If it is not effective, than why do it??
Again, I wasn't arguing its effectiveness. I simply said that I didn't weep for the tobacco companies, since they spent most of their existence lying to consumers. Understand?
But don't worry, I looked it up. Smoking is down slightly in the last 10 years, but so was in the previous 10 years before that. So one could say there was already a downtrend...Also, in the US, the biggest deterrent is price, that's why there is a state minimum price for tobacco products. So it could be the Australian government also raised the taxes on tobacco, and that was the real reason of the decreasing number of smokers, not the picture campaign...
I knew you weren't going to read the studies. What the hell is the point of asking for them if you're not going to read them?
So in plain English: Can you prove that the decrease in smokers is the result of the picture campaign only and not higher prices or a general downtrend or general education?
The second study I linked to suggested that people are being dissuaded from smoking by the images independently of tax raises or other factors, both because of the visceral reaction to the grossness, and because it's essentially mainlining the truth. Education is the only thing that could possibly decrease the amount of smokers.
But while we're on it, where are your studies proving that removing additives decreases the rate of smoking? Where are those studies?
OK, so why aren't there a sad, beaten woman's picture on bottle of spirits??? Or a crashed car's picture?

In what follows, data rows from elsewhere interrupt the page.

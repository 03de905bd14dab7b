const cut = (text: string): string => (text.length > 60 ? `${text.slice(0, 57)}...` : text);
const quoted = (text: string): string => `"${cut(text)}"`;
const count = (n: number): string => String(n).replace(/\B(?=(\d{3})+$)/gu, ',');
const some = (names: readonly string[], most = 12): string =>
  names.length <= most ? names.map(quoted).join(', ') : `${names.slice(0, most).map(quoted).join(', ')} and ${names.length - most} more`;
const megabytes = (bytes: number): string => (Number.isFinite(bytes) ? `${Math.ceil(bytes / 1e6)} MB` : 'more than 4 GB');

interface Spot {
  readonly line: number;
  readonly column: number;
}

/** What is said about tables of trials and logged series. */
export const says = {
  nul: (): string => 'the row holds a NUL character; write the file anew as text',
  tooManyRows: (most: number): string =>
    `more than ${count(most)} rows; a table of trials or cases has at most so many (a long log is read as a series)`,
  tooManyColumns: (most: number): string => `more than ${count(most)} columns; at most so many are read`,
  quoteNotClosed: (): string => 'a quote opens here and never closes; close it, or write the cell without quotes',
  strayQuote: (): string => 'a quote stands inside a field; put the whole field in quotes and double those in it: "1"" pipe"',
  fieldTooLong: (most: number, quote: Spot | undefined): string =>
    `a row of more than ${count(most)} characters${quote === undefined ? '; write one row a line' : `; a quote opens at line ${quote.line}, column ${quote.column} and never closes`}`,
  ragged: (fields: number, header: number): string =>
    `${fields} field${fields === 1 ? '' : 's'}, the header has ${header}; give each row as many fields (a decimal comma in a file separated by commas makes two of one)`,
  emptyTable: (): string => 'the table is empty; it needs a header and one row a trial',
  noRows: (): string => 'there is no row below the header; each trial is one row',
  titleRows: (rows: readonly string[]): string =>
    `${rows.length === 1 ? 'a row stands' : `${rows.length} rows stand`} above the header and ${rows.length === 1 ? 'was' : 'were'} not read as data: ${some(rows, 3)}`,
  oneColumn: (): string => 'the whole row was read as one field; separate fields by comma, semicolon or tab',
  fileKind: (ending: string): string => `files ending in ".${cut(ending)}" are not read; save the table as .csv, .tsv, .txt or .xlsx`,
  sheetOfText: (sheet: string): string => `a text file has no sheets; leave sheet: ${quoted(sheet)} out`,
  workbookNamedText: (): string =>
    'this is a workbook (or another ZIP archive) under the name of a text file; call it .xlsx or save it as text',
  notAWorkbook: (old: boolean): string =>
    old
      ? 'this is a workbook of the old format; save it as .xlsx'
      : 'this is no .xlsx workbook, or a broken one; open it in a worksheet program and save it anew as .xlsx',
  workbookTooLarge: (bytes: number, most: number): string =>
    `the workbook unpacks to ${megabytes(bytes)}; at most ${megabytes(most)} are read`,
  noSuchSheet: (wanted: string, names: readonly string[], hint: string): string =>
    `no sheet ${quoted(wanted)}; there ${names.length === 1 ? 'is' : 'are'} ${some(names)}${hint}`,
  emptyWorkbook: (): string => 'no sheet of the workbook holds anything',
  whichSheet: (names: readonly string[]): string => `${names.length} sheets hold something: ${some(names)}; say which one with sheet:`,
  mergedCells: (ranges: readonly string[]): string =>
    `cells merged downwards were read as the same value in each of their rows: ${ranges.slice(0, 8).join(', ')}${ranges.length > 8 ? ` and ${ranges.length - 8} more` : ''}`,
  hiddenRows: (rows: readonly number[]): string =>
    `hidden rows were read like the others: ${rows.slice(0, 8).join(', ')}${rows.length > 8 ? ` and ${rows.length - 8} more` : ''}; use leave_out to leave trials out`,
  columnTwice: (wanted: string, headers: readonly string[]): string =>
    `${quoted(wanted)} may mean ${headers.length} columns (${some(headers)}); give the whole header, and no two alike`,
  noSuchColumn: (wanted: string, names: readonly string[], likely: string | undefined): string =>
    `no column ${quoted(wanted)}${likely === undefined ? '' : `; did you mean ${quoted(likely)}?`}; the columns are ${some(names)}`,
  unitsContradict: (header: string, inHeader: string, below: string): string =>
    `column ${quoted(header)} has the unit ${quoted(inHeader)} in its header and ${quoted(below)} below it; give it once`,
  trialTwice: (trial: string, lines: readonly number[]): string =>
    `trial ${quoted(trial)} stands in ${lines.length} rows (lines ${lines.slice(0, 6).join(', ')}${lines.length > 6 ? ' ...' : ''}); write \`readings: average\` under trials if they are readings of it, else give each row its own name`,
  trialInTwo: (trial: string, first: number, other: number): string =>
    `trial ${quoted(trial)} has another campaign or setting in line ${other} than in line ${first}; readings of one trial belong to one of each`,
  noSuchTrial: (trial: string, likely: string | undefined): string =>
    `no row is named ${quoted(trial)}${likely === undefined ? '' : `; did you mean ${quoted(likely)}?`}`,
  noName: (column: string): string => `${quoted(column)} is empty, so the row names no trial or campaign`,
  emptyCell: (column: string, text: string): string =>
    text.trim() === '' ? `${quoted(column)} is empty` : `${quoted(column)} is missing (${quoted(text.trim())})`,
  ofColumn: (column: string, text: string): string => `${quoted(column)}: ${text}`,
  tooLargeInSI: (text: string): string => `${quoted(text.trim())} is too large a number in SI`,
  belowZero: (text: string): string => `${quoted(text.trim())} lies at or below absolute zero`,
  oneReadingOf: (readings: number, trial: string): string => `one of ${readings} readings of trial ${quoted(trial)}`,
  decimalComma: (): string => 'the file writes decimals with a comma, and was read so',
  thinReadings: (trial: string, columns: number): string =>
    `${columns} of the values of trial ${quoted(trial)} rest on fewer readings than the trial has, because some cells are missing`,
  orderNotRead: (): string =>
    'the order of trials was not read: this cell is neither a number nor a date written year first (2024-12-31) or with points (31.12.2024)',
  logEncoding: (): string => 'the log holds bytes that are no characters of its encoding; save it as UTF-8',
  logQuote: (): string => 'a quote stands inside a field or never closes; write the log without quotes, or close them',
  logUnitMissing: (header: string, unit: string): string =>
    `${quoted(header)} tells no unit; give it beside the column, or in the header as ${quoted(`${header} [${unit}]`)}`,
  timeNotRead: (text: string): string =>
    `${quoted(text.trim())} is no time: give numbers with a unit in the header (t [s]), dates written year first or with points, or times of day with hours, minutes and seconds`,
  timeBackwards: (trial: string, line: number): string =>
    `the curve of trial ${quoted(trial)} was not read: time runs backwards at line ${line}`,
  curveTooShort: (trial: string, inside: number, samples: number): string =>
    `the curve of trial ${quoted(trial)} has ${inside} samples in its window (${samples} were read); three are the least`,
  logRowsSkipped: (rows: number, text: string): string =>
    `${count(rows)} row${rows === 1 ? '' : 's'} of the log ${rows === 1 ? 'was' : 'were'} not read; ${rows === 1 ? '' : 'the first one: '}${text}`,
  logRagged: (): string => 'the row has another number of fields than the header',
  logUnnamed: (): string => 'the row names no trial',
  logBackwards: (): string => 'time runs backwards',
  logRowsRefused: (rows: number): string => `${count(rows)} rows of the log are no numbers or run back in time`,
  windowTooShort: (window: number, step: number, least: number): string =>
    Number.isNaN(step)
      ? 'the log has fewer than two rows'
      : `a window of ${window} s holds fewer than ${least} samples of this log, which are ${step} s apart; give a longer one`,
  steadyWindow: (rows: number, first: number, last: number): string => `mean of ${count(rows)} steady rows, lines ${first} to ${last}`,
  notSteady: (rows: number): string => `${count(rows)} row${rows === 1 ? '' : 's'} not steady`,
  steadyCriterion: (
    windows: number,
    used: number,
    rows: number,
    { window, share, significance }: { readonly window: number; readonly share: number; readonly significance: number },
  ): string =>
    `${windows} steady window${windows === 1 ? '' : 's'} with ${count(used)} of ${count(rows)} rows of the log, found by the test of Kelly and Hedengren (2013) on every column: at least ${Number(window.toPrecision(6))} s long, ${Number((100 * share).toPrecision(4))} % of samples about one level, each sample tested at ${significance}; each is one trial, its means with standard uncertainties that count autocorrelation (Geyer 1992, Wolff 2004). A drift smaller than the scatter of a window passes the test`,
  noSteadyWindow: (window: number, rows: number): string =>
    `no stretch of ${Number(window.toPrecision(6))} s is steady in every column of the log (${count(rows)} rows read): give a shorter window or a smaller share, or state the trials yourself`,
  fewIndependent: (keys: readonly string[], least: number): string =>
    `${keys.map(quoted).join(', ')}: the window is worth only ${Math.max(1, Math.round(least))} independent samples, so the uncertainty of the mean is too small by tens of per cent; log longer`,
  noCurve: (trial: string): string => `trial ${quoted(trial)} has no logged curve`,
  severalCurves: (trial: string, names: readonly string[]): string =>
    `trial ${quoted(trial)} names ${names.length} files for its curve (${some(names, 4)}); one trial has one curve`,
  curvesRead: (curves: number, samples: number): string =>
    `${count(curves)} logged curve${curves === 1 ? '' : 's'} with ${count(samples)} samples in their windows came down to readings of their trials; the uncertainty of each is that of the least-squares fit, autocorrelation of its residuals counted (Geyer 1992)`,
  curveWithoutTrial: (names: readonly string[]): string =>
    `the log holds curves that no trial of the table names, and they were not used: ${some(names, 6)}`,
  seriesTrial: (): string => 'one log for several trials needs trial: the column of the log that names the trial',
  windowReversed: (): string => 'give the earlier end of the window first, such as [0 s, 120 s]',
  noLineFeed: (): string => 'the log has no line feeds; save it with one row a line',
  caseTwice: (name: string, line: number): string =>
    `the case ${quoted(name)} stands in line ${line} already; give each case a name of its own`,
  commaText: (count: number, columns: readonly string[]): string =>
    `${count} cells of column${columns.length === 1 ? '' : 's'} ${some(columns, 8)} hold numbers as text with a decimal comma; they are read as numbers`,
  unlikelyValue: (key: string, value: number, unit: string, [from, to]: readonly [number, number]): string =>
    `${key} is ${Number(value.toPrecision(4))}${unit === '1' ? '' : ` ${unit}`} in a typical trial, where equipment usually has ${from} to ${to}${unit === '1' ? '' : ` ${unit}`}: is its unit right?`,
};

Because nobody's pushing for it? Like I said, this campaign is aimed at tobacco companies, and largely because they lied for so long about what their product actually does. It's sort of like comeuppance for their deceit. I mean, the same country is attempting to label food, and what are they pushing for? Pictures of diabetics? No. They're pushing for "traffic light labeling," which is just a pie chart of the fat, salt, etc. content. That's what your argument is a slippery slope.
And while drinking can also cause health problems, and driving under its influence can be deadly, there are ways to drink moderately and responsibly without really living under those threats. It's okay to drink a Budweiser every now and then. Plenty of people do. The same can't be said of cigarettes, which are hugely addictive as well as insanely dangerous. In other words, there's a difference between smokes and beers, or smokes and cheeseburgers.
By the way the ammonia thingy is a sideissue, I don't care for it that much, just an interesting note that tobacco treated with ammonia was more additive for mice than normal tobacco...
We've known that ammonia makes tobacco more addictive for half a century. But how is this a side-issue? It's the
crux of your argument. If regulating nicotine enhancers isn't what you're talking about, then what are you talking about?